$\sum_{i=0}^{n}{\prod_{j=0\\j\not=i}^{n}\frac{x-x_j}{x_i-x_j}}=1$

Question

can you help me to show this identy: $$\sum_{i=0}^{n}{\prod_{j=0\\j\not=i}^{n}\frac{x-x_j}{x_i-x_j}}=1,$$ I try to expand it but I only have that is equal to $$\frac{n\prod_{j=0}^{n}(x-x_j)}{\sum_{i=0}^{n}{(x-x_i)\prod_{j=0\\j\not=i}^{n}(x_i-x_j)}}$$

Answer 1

The product $\displaystyle\prod_{j=0,\ j\neq i}^n\frac{x-x_j}{x_i-x_j}$ is equal to $0$ if $j\neq i$ (because $x_j-x_j=0$) and it is equal to $1$ otherwise. So$$\sum_{j=0}^n\prod_{j=0,\ j\neq i}^n\frac{x-x_j}{x_i-x_j}=1,$$since it is the sum of $n$ $0$'s and one $1$.

Answer 2

We assume that all $x_i$ are distinct, otherwise the product has ill-defined denominators. Let

$$p(x) = \sum_{i=0}^{n}{\prod_{\substack{j=0\\j\not=i}}^{n}\frac{x-x_j}{x_i-x_j}}.$$

Each term in the product is an $n$ degree polynomial in $x$, so $p$ is the sum of $n$ degree polynomials and hence of degree $\leqslant n$.

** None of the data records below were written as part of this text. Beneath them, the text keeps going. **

using DepthStress.Core.Catalogue;
using DepthStress.Core.Logs;
using DepthStress.Core.Quantities;

namespace DepthStress.Core.Rock;

/// <summary>Catalogue entries that give Biot's coefficient.</summary>
public static class BiotMethods
{
    /// <summary>The entries.</summary>
    public static IReadOnlyList<Law> All { get; } =
    [
        new()
        {
            Id = "krief-1990-biot",
            Title = "Krief's Biot coefficient from porosity",
            Predicts = Property.Biot,
            Unit = Units.One,
            Rocks = RockKinds.Any,
            Inputs = [new("phi", Property.Porosity, Units.Fraction, new(0, 0.99), Interval.All)],
            Coefficients = [new("a", 3)],
            Template = "alpha = 1 - (1 - phi)^({a} / (1 - phi))",
            Formula = (x, c) => 1 - Math.Pow(1 - x[0], c[0] / (1 - x[0])),
            ResultDomain = new(0, 1),
            Validity = "consolidated rock",
            Source = "Krief, Garat, Stellingwerff and Ventre 1990, The Log Analyst 31; coefficients recalled, not read",
            Standing = Standing.FromMemory,
            Example = new([0.2], 0.56690, 5, ExampleBasis.SelfComputed, "the formula at 20 % porosity"),
        },
    ];
}
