using DepthStress.Core.Catalogue;
using DepthStress.Core.Diagnostics;

namespace DepthStress.Core.Rock;

/// <summary>How static elastic constants follow from dynamic ones.</summary>
public sealed record ModuliSettings
{
    /// <summary>The relation that gives static Young's modulus.</summary>
    public Setting<Law> StaticYoungs { get; init; }

    /// <summary>The choice that gives static Poisson's ratio; there is no default, because it moves the least stress most.</summary>
    public Setting<Law> StaticPoisson { get; init; }

    /// <summary>These settings where they were decided, else those below them.</summary>
    public ModuliSettings Over(ModuliSettings below)
    {
        ArgumentNullException.ThrowIfNull(below);
        return new ModuliSettings
        {
            StaticYoungs = StaticYoungs.Over(below.StaticYoungs),
            StaticPoisson = StaticPoisson.Over(below.StaticPoisson),
        };
    }
}
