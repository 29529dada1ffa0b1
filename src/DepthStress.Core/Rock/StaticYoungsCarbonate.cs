using DepthStress.Core.Catalogue;
using static DepthStress.Core.Rock.ModulusEntry;

namespace DepthStress.Core.Rock;

/// <summary>Recalled relations between dynamic and static Young's modulus of limestone and dolomite.</summary>
internal static class StaticYoungsCarbonate
{
    private const string Brotons = "Brotons and others 2014, Bull. Eng. Geol. Environ. 73, 791";

    private const string Najibi = "Najibi and others 2015, J. Petrol. Sci. Eng. 126, 78-82";

    /// <summary>The entries.</summary>
    public static IReadOnlyList<Law> All { get; } =
    [
        Recalled("ameen-2009-carbonate", "Ameen and others' line for Arab-D carbonate", RockKinds.Limestone | RockKinds.Dolomite,
            [InputOf.DynamicModulus], "Es = {a} Ed + {b}", LawForms.Linear, [0.541, 12.852],
            "Arab-D carbonate; above Ed below 28.0 GPa", "Ameen and others 2009, Mar. Petrol. Geol. 26, 430-444",
            WorkedExample.Computed(29.082, 5, 30)),
        Recalled("najibi-2015-limestone", "Najibi and others' curve for limestone", RockKinds.Limestone,
            [InputOf.DynamicModulus], "Es = {a} Ed^{b}", LawForms.Power, [0.014, 1.96],
            "Asmari and Sarvak limestone; above Ed above 85.3 GPa", Najibi, WorkedExample.Computed(29.930, 5, 50)),
        Recalled("najibi-2015-limestone-velocity", "Najibi and others' static modulus of limestone from velocity", RockKinds.Limestone,
            [InputOf.Vp], "Es = {a} Vp^{b}", LawForms.Power, [0.169, 3.324],
            "Asmari and Sarvak limestone", Najibi, WorkedExample.Computed(35.585, 5, 5)),
        Recalled("brotons-2014-calcarenite", "Brotons and others' line for calcarenite", RockKinds.Limestone,
            [InputOf.DynamicModulus], "Es = {a} Ed - {b}", LawForms.LinearLess, [0.867, 2.085],
            "San Julian calcarenite, 24 specimens (citation and number read, coefficients not); below zero, so no result, below Ed 2.40 GPa",
            Brotons, WorkedExample.Computed(15.255, 5, 20)),
        Recalled("brotons-2014-calcarenite-density", "Brotons and others' curve for calcarenite with density", RockKinds.Limestone,
            [InputOf.Density, InputOf.DynamicModulus], "log10 Es = {a} + {b} log10(rho Ed)", LawForms.LogarithmicProduct, [-4.71, 1.28],
            "San Julian calcarenite, 24 specimens (citation and number read, coefficients not); density in kg/m3, not g/cm3",
            Brotons, WorkedExample.Computed(18.127, 5, 2300, 20)),
    ];
}
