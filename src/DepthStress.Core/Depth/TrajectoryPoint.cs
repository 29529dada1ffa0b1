namespace DepthStress.Core.Depth;

/// <summary>A point of the hole; NaN throughout when the measured depth asked for is not finite.</summary>
/// <param name="MeasuredDepth">Depth along the hole from the datum, m.</param>
/// <param name="TrueVerticalDepth">Vertical depth below the datum, m.</param>
/// <param name="North">Distance north of the well head, m.</param>
/// <param name="East">Distance east of the well head, m.</param>
/// <param name="Inclination">Angle from the downward vertical, rad.</param>
/// <param name="Azimuth">Direction from north, clockwise seen from above, rad, 0 to 2 pi; means nothing where the hole is vertical.</param>
/// <param name="Extrapolated">True below the last survey station.</param>
public readonly record struct TrajectoryPoint(
    double MeasuredDepth, double TrueVerticalDepth, double North, double East, double Inclination, double Azimuth, bool Extrapolated);
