namespace DepthStress.Core.Rock;

/// <summary>
/// Thomsen's parameters (1986, Weak elastic anisotropy, Geophysics 51, 1954-1966), here in their exact definitions:
/// <c>epsilon = (C11 - C33) / (2 C33)</c>, <c>gamma = (C66 - C44) / (2 C44)</c>,
/// <c>delta = ((C13 + C44)^2 - (C33 - C44)^2) / (2 C33 (C33 - C44))</c>.
/// </summary>
/// <param name="Epsilon">How much stiffer compression is along the beds than across.</param>
/// <param name="Gamma">How much stiffer shear is in the plane of the beds than across.</param>
/// <param name="Delta">How compression changes close to the normal of the beds.</param>
public readonly record struct ThomsenParameters(double Epsilon, double Gamma, double Delta)
{
    /// <summary>The parameters of a stiffness.</summary>
    public static ThomsenParameters Of(VtiStiffness c)
    {
        var (sum, difference) = (c.C13 + c.C44, c.C33 - c.C44);
        return new(
            (c.C11 - c.C33) / (2 * c.C33),
            (c.C66 - c.C44) / (2 * c.C44),
            ((sum * sum) - (difference * difference)) / (2 * c.C33 * difference));
    }

    /// <summary>The stiffness with these parameters and two stiffnesses across the beds; C13 is NaN where no real one has this delta.</summary>
    public VtiStiffness ToStiffness(double c33, double c44) =>
        new(c33 * (1 + (2 * Epsilon)), C13(c33, c44, Delta), c33, c44, c44 * (1 + (2 * Gamma)));

    /// <summary><c>sqrt((C33 - C44)^2 + 2 delta C33 (C33 - C44)) - C44</c>, the root for which <c>C13 + C44</c> is not negative.</summary>
    public static double C13(double c33, double c44, double delta)
    {
        var difference = c33 - c44;
        // Taken out of the root, so that delta = 0 gives C33 - 2 C44 as an isotropic rock has it.
        return (difference * Math.Sqrt(1 + (2 * delta * c33 / difference))) - c44;
    }
}
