using DepthStress.Core.Catalogue;
using static DepthStress.Core.Rock.StrengthEntry;

namespace DepthStress.Core.Rock;

/// <summary>Strength of shale from slowness and velocity.</summary>
internal static class ShaleSonicStrength
{
    /// <summary>The entries.</summary>
    public static IReadOnlyList<Law> All { get; } =
    [
        Read("horsrud-2001-shale", "Horsrud's strength of shale from velocity", RockKinds.Shale,
            [InputOf.Vp], "{a} Vp^{b}", LawForms.Power, [0.77, 2.93],
            "high-porosity Tertiary shale of the North Sea",
            "Horsrud 2001, SPE Drilling & Completion 16(2) 68-73, SPE 56017; " + Handbook, WorkedExample.Computed(19.251, 5, 3)),
        Slowness("gulf-pliocene-shale-slowness", "Strength of young Gulf of Mexico shale from slowness", 0.43, 3.2,
            "Pliocene and younger shale, Gulf of Mexico", 15.217),
        Slowness("worldwide-shale-slowness", "Strength of shale worldwide from slowness", 1.35, 2.6, "shale, worldwide", 24.478),
        Slowness("gulf-shale-slowness", "Strength of Gulf of Mexico shale from slowness", 0.5, 3, "shale, Gulf of Mexico", 14.158),
        Read("lal-1999-shale", "Lal's strength of shale from slowness", RockKinds.Shale,
            [InputOf.Slowness], "{a} ({b} / dt - 1)", (x, c) => c[0] * ((c[1] / x[0]) - 1), [10, 304.8],
            "high-porosity Tertiary shale of the North Sea; zero at 304.8 us/ft, no result beyond",
            "Lal 1999, SPE 54356; " + Handbook,
            new([100], 20.480, 5, ExampleBasis.Identity, "2 c cos(phi) / (1 - sin(phi)) of Lal's cohesion and friction is 10 (Vp - 1) exactly")),
    ];

    private static Law Slowness(string id, string title, double a, double b, string validity, double at100) => Read(
        id, title, RockKinds.Shale, [InputOf.Slowness], "{a} (304.8 / dt)^{b}", LawForms.SlownessPower, [a, b], validity, Handbook,
        WorkedExample.Computed(at100, 5, 100));
}
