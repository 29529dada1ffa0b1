namespace DepthStress.Core.Rock;

/// <summary>
/// The five stiffnesses of rock that is alike in every direction along its beds, axis 3 across the beds, Pa (or divided by
/// density, m2/s2). <c>C12 = C11 - 2 C66</c> (Berryman, Grechka and Berge 1997: <c>a = b + 2 m</c>).
/// </summary>
/// <param name="C11">Compression along the beds.</param>
/// <param name="C13">Between along and across.</param>
/// <param name="C33">Compression across the beds.</param>
/// <param name="C44">Shear in planes across the beds.</param>
/// <param name="C66">Shear in the plane of the beds.</param>
public readonly record struct VtiStiffness(double C11, double C13, double C33, double C44, double C66)
{
    /// <summary>Between the two directions along the beds.</summary>
    public double C12 => C11 - (2 * C66);

    /// <summary>
    /// True when every strain costs energy (positive definite): <c>C44 &gt; 0, C66 &gt; 0, C33 &gt; 0, (C11 + C12) C33 &gt; 2 C13^2</c>.
    /// False when one is NaN.
    /// </summary>
    public bool IsStable => C44 > 0 && C66 > 0 && C33 > 0 && (C11 + C12) * C33 > 2 * C13 * C13;

    /// <summary>Horizontal over vertical stress without lateral strain, <c>C13 / C33</c>.</summary>
    public double StressRatio => C13 / C33;

    /// <summary>Isotropic rock of a Young's modulus and a Poisson's ratio.</summary>
    public static VtiStiffness Isotropic(double youngs, double poisson)
    {
        var (shear, lambda) = (ElasticConstants.Shear(youngs, poisson), ElasticConstants.Lambda(youngs, poisson));
        return new(lambda + (2 * shear), lambda, lambda + (2 * shear), shear, shear);
    }
}
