namespace DepthStress.Core.Depth;

/// <summary>
/// Which samples lie on the part of the hole that keeps going down. Sums over true vertical depth, such as the overburden,
/// need rising depths; near-horizontal and climbing parts would count the same rock again (common practice).
/// </summary>
public static class VerticalProgress
{
    /// <summary>The usual greatest inclination of a usable sample, 80 deg in rad (common practice).</summary>
    public const double DefaultMaxInclination = 80 * Math.PI / 180;

    /// <summary>
    /// Marks a sample as usable when its inclination is at most the limit and it lies deeper than every usable sample before it.
    /// A sample whose depth or inclination is NaN is not usable.
    /// </summary>
    /// <param name="tvd">True vertical depths in the order of measured depth, m.</param>
    /// <param name="inclination">Inclinations, rad.</param>
    /// <param name="maxInclination">The limit, rad.</param>
    /// <param name="usable">Gets the marks.</param>
    /// <returns>How many samples were left out.</returns>
    /// <exception cref="ArgumentException">The lengths differ.</exception>
    public static int Mask(ReadOnlySpan<double> tvd, ReadOnlySpan<double> inclination, double maxInclination, Span<bool> usable)
    {
        if (inclination.Length != tvd.Length) throw new ArgumentException("its length differs from that of tvd", nameof(inclination));
        if (usable.Length != tvd.Length) throw new ArgumentException("its length differs from that of tvd", nameof(usable));
        var (deepest, leftOut) = (double.NegativeInfinity, 0);
        for (var i = 0; i < tvd.Length; i++)
        {
            usable[i] = tvd[i] > deepest && inclination[i] <= maxInclination;
            if (usable[i]) deepest = tvd[i];
            else leftOut++;
        }

        return leftOut;
    }
}
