namespace DepthStress.Core.Depth;

/// <summary>How far two statements of a depth may be apart and still agree.</summary>
public static class DepthAgreement
{
    /// <summary>Half a metre and a thousandth of the depth, m: rounding, sag and stretch (common practice).</summary>
    /// <param name="depth">The depth, m.</param>
    public static double Tolerance(double depth) => 0.5 + (1e-3 * Math.Abs(depth));
}
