using DepthStress.Core.Catalogue;
using DepthStress.Core.Logs;
using DepthStress.Core.Quantities;

namespace DepthStress.Core.Rock;

/// <summary>Puts together catalogue entries that give unconfined compressive strength in MPa.</summary>
internal static class StrengthEntry
{
    /// <summary>Where most of these laws were read.</summary>
    public const string Handbook =
        "read in Mavko, Mukerji and Dvorkin 2009, The Rock Physics Handbook, 2nd ed., p. 387, after the compilation of Chang, Zoback and Khaksar 2006, J. Petrol. Sci. Eng. 51, 223-237";

    /// <summary>The book where the others were read.</summary>
    public const string Zhang = "read in Zhang 2019, Applied Petroleum Geomechanics, ";

    /// <summary>For laws whose source names a modulus only by its letter.</summary>
    public const string StaticTaken = "the source does not say whether E is static; static is taken, dynamic would give two to three times the strength";

    private static readonly LawFamily Family = new(Property.Ucs, "UCS", Units.Megapascal, Interval.NotNegative);

    /// <summary>A law whose coefficients were read in its source.</summary>
    public static Law Read(
        string id, string title, RockKinds rocks, LawInput[] inputs, string template, LawFormula formula, double[] c, string validity, string source, WorkedExample example) =>
        (Family with { Rocks = rocks }).Entry(id, title, inputs, template, formula, Coefficient.Named(c), validity, source, Standing.Confirmed, example);

    /// <summary>A law whose coefficients were recalled, not read.</summary>
    public static Law Recalled(
        string id, string title, RockKinds rocks, LawInput[] inputs, string template, LawFormula formula, double[] c, string validity, string source, WorkedExample example) =>
        (Family with { Rocks = rocks }).Recalled(id, title, inputs, template, formula, Coefficient.Named(c), validity, source, example);
}
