namespace DepthStress.Core.Rock;

/// <summary>
/// What gives the other three stiffnesses of a layered rock from the two that act across its beds. C66 is a constant plus a
/// multiple of C44.
/// </summary>
public readonly record struct VtiClosure
{
    private readonly bool _thomsen;
    private readonly double _first, _second, _shear, _slope;

    private VtiClosure(bool thomsen, double first, double second, double shear, double slope) =>
        (_thomsen, _first, _second, _shear, _slope) = (thomsen, first, second, shear, slope);

    /// <summary>By Thomsen's three parameters.</summary>
    public static VtiClosure Thomsen(ThomsenParameters parameters) =>
        new(true, parameters.Epsilon, parameters.Delta, 0, 1 + (2 * parameters.Gamma));

    /// <summary>By the links of <see cref="AnnieConstraints"/> and Thomsen's gamma.</summary>
    public static VtiClosure AnnieFromGamma(double c11Factor, double c12Factor, double gamma) =>
        new(false, c11Factor, c12Factor, 0, 1 + (2 * gamma));

    /// <summary>By the links of <see cref="AnnieConstraints"/> and C66 itself.</summary>
    public static VtiClosure AnnieFromC66(double c11Factor, double c12Factor, double c66) => new(false, c11Factor, c12Factor, c66, 0);

    /// <summary>
    /// By the links of <see cref="AnnieConstraints"/> and the shear wave that moves along the beds, seen obliquely:
    /// <c>rho V^2 = C66 sin^2 + C44 cos^2</c>.
    /// </summary>
    /// <param name="c11Factor">Factor of C11.</param>
    /// <param name="c12Factor">Factor of C12.</param>
    /// <param name="modulus">Its velocity squared times density.</param>
    /// <param name="angle">Angle between the hole and the normal of the beds, rad, above zero.</param>
    public static VtiClosure AnnieFromShear(double c11Factor, double c12Factor, double modulus, double angle)
    {
        var (sin, cos) = Math.SinCos(angle);
        return new(false, c11Factor, c12Factor, modulus / (sin * sin), -cos * cos / (sin * sin));
    }

    /// <summary>The whole stiffness.</summary>
    public VtiStiffness Of(double c33, double c44)
    {
        var c66 = _shear + (_slope * c44);
        if (_thomsen) return new(c33 * (1 + (2 * _first)), ThomsenParameters.C13(c33, c44, _second), c33, c44, c66);
        var c11 = AnnieConstraints.C11(c33, c44, c66, _first);
        return new(c11, AnnieConstraints.C13(c11, c66, _second), c33, c44, c66);
    }

    /// <summary>The same for stiffnesses divided by density, m2/s2.</summary>
    public VtiClosure Over(double density) => new(_thomsen, _first, _second, _shear / density, _slope);
}
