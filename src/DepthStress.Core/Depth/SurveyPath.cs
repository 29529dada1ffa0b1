namespace DepthStress.Core.Depth;

/// <summary>Joins survey stations to a path.</summary>
internal static class SurveyPath
{
    /// <summary>Gives the place of every station and the arc below it; the last arc goes straight on without end.</summary>
    public static (TrajectoryPoint[] Points, SurveyArc[] Arcs) Join(ReadOnlySpan<SurveyStation> stations)
    {
        var points = new TrajectoryPoint[stations.Length];
        var arcs = new SurveyArc[stations.Length];
        Join(stations, new Heading(0, 0, stations[0].MeasuredDepth), points, arcs);
        return (points, arcs);
    }

    /// <summary>
    /// The same below a tie-in: a straight line from the datum to it in the direction of the first station, and where the
    /// first station lies lower, a straight line along that station's heading to it.
    /// </summary>
    public static (TrajectoryPoint[] Points, SurveyArc[] Arcs) Join(ReadOnlySpan<SurveyStation> stations, TieIn tieIn)
    {
        var first = stations[0];
        if (first.MeasuredDepth > tieIn.MeasuredDepth) stations = (SurveyStation[])[first with { MeasuredDepth = tieIn.MeasuredDepth }, .. stations];
        var points = new TrajectoryPoint[stations.Length + 1];
        var arcs = new SurveyArc[stations.Length + 1];
        var above = Heading.Of(tieIn.Inclination, first.Azimuth);
        points[0] = new(0, 0, 0, 0, tieIn.Inclination, Heading.Normalised(first.Azimuth), false);
        arcs[0] = SurveyArc.Straight(above, tieIn.MeasuredDepth);
        var place = (tieIn.MeasuredDepth * above) with { Down = tieIn.TrueVerticalDepth };
        Join(stations, place, points.AsSpan(1), arcs.AsSpan(1));
        return (points, arcs);
    }

    /// <summary>
    /// Straight lines between points of known vertical depth; the direction is unknown and taken as north. Below the last point
    /// the hole goes straight on.
    /// </summary>
    public static (TrajectoryPoint[] Points, SurveyArc[] Arcs) Follow(ReadOnlySpan<double> md, ReadOnlySpan<double> tvd)
    {
        var points = new TrajectoryPoint[md.Length + 1];
        var arcs = new SurveyArc[md.Length + 1];
        var (along, place) = (0.0, new Heading(0, 0, 0));
        for (var i = 0; i <= md.Length; i++)
        {
            if (i < md.Length)
            {
                // A little more depth than length, from rounding, is kept: the depths are the curve's.
                var slope = (tvd[i] - place.Down) / (md[i] - along);
                var heading = new Heading(Math.Sqrt(Math.Max(0, 1 - (slope * slope))), 0, slope);
                arcs[i] = SurveyArc.Straight(heading, md[i] - along);
            }
            else
            {
                arcs[i] = SurveyArc.Straight(arcs[i - 1].Start, double.PositiveInfinity);
            }

            points[i] = new(along, place.Down, place.North, 0, arcs[i].Start.Inclination, 0, false);
            if (i == md.Length) break;
            place = (place + arcs[i].Displacement(md[i] - along)) with { Down = tvd[i] };
            along = md[i];
        }

        return (points, arcs);
    }

    private static void Join(ReadOnlySpan<SurveyStation> stations, Heading place, Span<TrajectoryPoint> points, Span<SurveyArc> arcs)
    {
        for (var i = 0; i < stations.Length; i++)
        {
            var (md, inclination, azimuth) = stations[i];
            points[i] = new(md, place.Down, place.North, place.East, inclination, Heading.Normalised(azimuth), false);
            var heading = Heading.Of(inclination, azimuth);
            if (i + 1 == stations.Length)
            {
                arcs[i] = SurveyArc.Straight(heading, double.PositiveInfinity);
                break;
            }

            var next = stations[i + 1];
            arcs[i] = SurveyArc.Between(heading, Heading.Of(next.Inclination, next.Azimuth), next.MeasuredDepth - md);
            place += arcs[i].Displacement(next.MeasuredDepth - md);
        }
    }
}
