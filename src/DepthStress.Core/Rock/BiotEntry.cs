using DepthStress.Core.Catalogue;
using DepthStress.Core.Logs;
using DepthStress.Core.Quantities;

namespace DepthStress.Core.Rock;

/// <summary>Puts together catalogue entries that give Biot's coefficient.</summary>
internal static class BiotEntry
{
    private static readonly LawFamily Family = new(Property.Biot, "alpha", Units.One, new(0, 1));

    /// <summary>A modulus of the grains, GPa.</summary>
    public static LawInput Mineral(string symbol, Property property) =>
        new(symbol, property, Units.Gigapascal, new(double.Epsilon, double.PositiveInfinity), Interval.All);

    /// <summary>Puts an entry together.</summary>
    public static Law Of(
        string id, string title, RockKinds rocks, LawInput[] inputs, string template, LawFormula formula, double[] c, string validity, string source, Standing standing, WorkedExample example) =>
        (Family with { Rocks = rocks }).Entry(id, title, inputs, template, formula, Coefficient.Named(c), validity, source, standing, example);
}
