using DepthStress.Core.Catalogue;
using DepthStress.Core.Quantities;
using static DepthStress.Core.Rock.StrengthEntry;

namespace DepthStress.Core.Rock;

/// <summary>Strength of shale from Young's modulus and porosity.</summary>
internal static class ShaleStrength
{
    private const string Horsrud = "Horsrud 2001, SPE Drilling & Completion 16(2) 68-73, SPE 56017; ";

    private static readonly LawInput PorosityPercent = InputOf.PorosityAboveZero with { Unit = Units.Percent, Domain = new(double.Epsilon, 100) };

    /// <summary>The entries.</summary>
    public static IReadOnlyList<Law> All { get; } =
    [
        Modulus("horsrud-2001-shale-youngs", "Horsrud's strength of shale from Young's modulus", 7.97, 0.91,
            "high-porosity Tertiary shale of the North Sea", Horsrud + Handbook, WorkedExample.Computed(34.476, 5, 5)),
        Modulus("strong-shale-modulus", "Strength of strong shale from Young's modulus", 7.22, 0.712,
            "strong, compacted shale", Handbook + "; and in Zhang 2019, Applied Petroleum Geomechanics, p. 98", WorkedExample.Computed(60.936, 5, 20)),
        Modulus("gulf-tertiary-shale-modulus", "Strength of deep Gulf of Mexico shale from Young's modulus", 14.035, 0.5734,
            "deep Tertiary shale, Gulf of Mexico", Zhang + "pp. 98-99", WorkedExample.Computed(52.555, 5, 10)),
        Modulus("haynesville-shale-modulus", "Strength of Haynesville shale from Young's modulus", 23.524, 0.4775,
            "Haynesville shale", Zhang + "p. 99", WorkedExample.Computed(119.354, 6, 30)),
        Porosity("lashkaripour-1993-shale", "Lashkaripour and Dusseault's strength of shale from porosity",
            InputOf.PorosityAboveZero.Within(0, 0.1), 1.001, -1.143,
            "shale below 10 % porosity, about 79 MPa; porosity as a fraction (193.4 with percent)",
            "Lashkaripour and Dusseault 1993; " + Handbook, WorkedExample.Computed(30.726, 5, 0.05)),
        Porosity("horsrud-2001-shale-porosity", "Horsrud's strength of shale from porosity",
            InputOf.PorosityAboveZero, 2.922, -0.96,
            "high-porosity Tertiary shale of the North Sea; porosity as a fraction (243.6 with percent)",
            Horsrud + Handbook, WorkedExample.Computed(13.699, 5, 0.20)),
        Porosity("porous-shale-porosity", "Strength of very porous shale from porosity",
            InputOf.PorosityAboveZero.Within(0.27, 1), 0.286, -1.762,
            "shale above 27 % porosity", Handbook, WorkedExample.Computed(1.8185, 5, 0.35)),
        Porosity("haynesville-shale-porosity", "Strength of Haynesville shale from porosity",
            PorosityPercent, 233.22, -0.553,
            "Haynesville shale; porosity in percent", Zhang + "p. 98, fig. 3.9", WorkedExample.Computed(86.586, 5, 6)),
    ];

    private static Law Modulus(string id, string title, double a, double b, string validity, string source, WorkedExample example) => Read(
        id, title, RockKinds.Shale, [InputOf.StaticModulus], "{a} Es^{b}", LawForms.Power, [a, b], $"{validity}; {StaticTaken}", source, example);

    private static Law Porosity(string id, string title, LawInput porosity, double a, double b, string validity, string source, WorkedExample example) => Read(
        id, title, RockKinds.Shale, [porosity], "{a} phi^{b}", LawForms.Power, [a, b], $"{validity}; without bound towards zero porosity", source, example);
}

Now, notice that for each $i=0, \dots, n$ we have

$$p(x_i) = \prod_{\substack{j=0\\j\not=i}}^{n}\frac{x_i-x_j}{x_i-x_j} = 1,$$

because all other terms in the outer sum involve a product in which one of the factors has a vanishing numerator $(x_i - x_i)$.

Then $p$ is a polynomial with degree $\leqslant n$ that assumes the value $1$ at least $n+1$ times, and hence must be constant and equal to $1$ everywhere.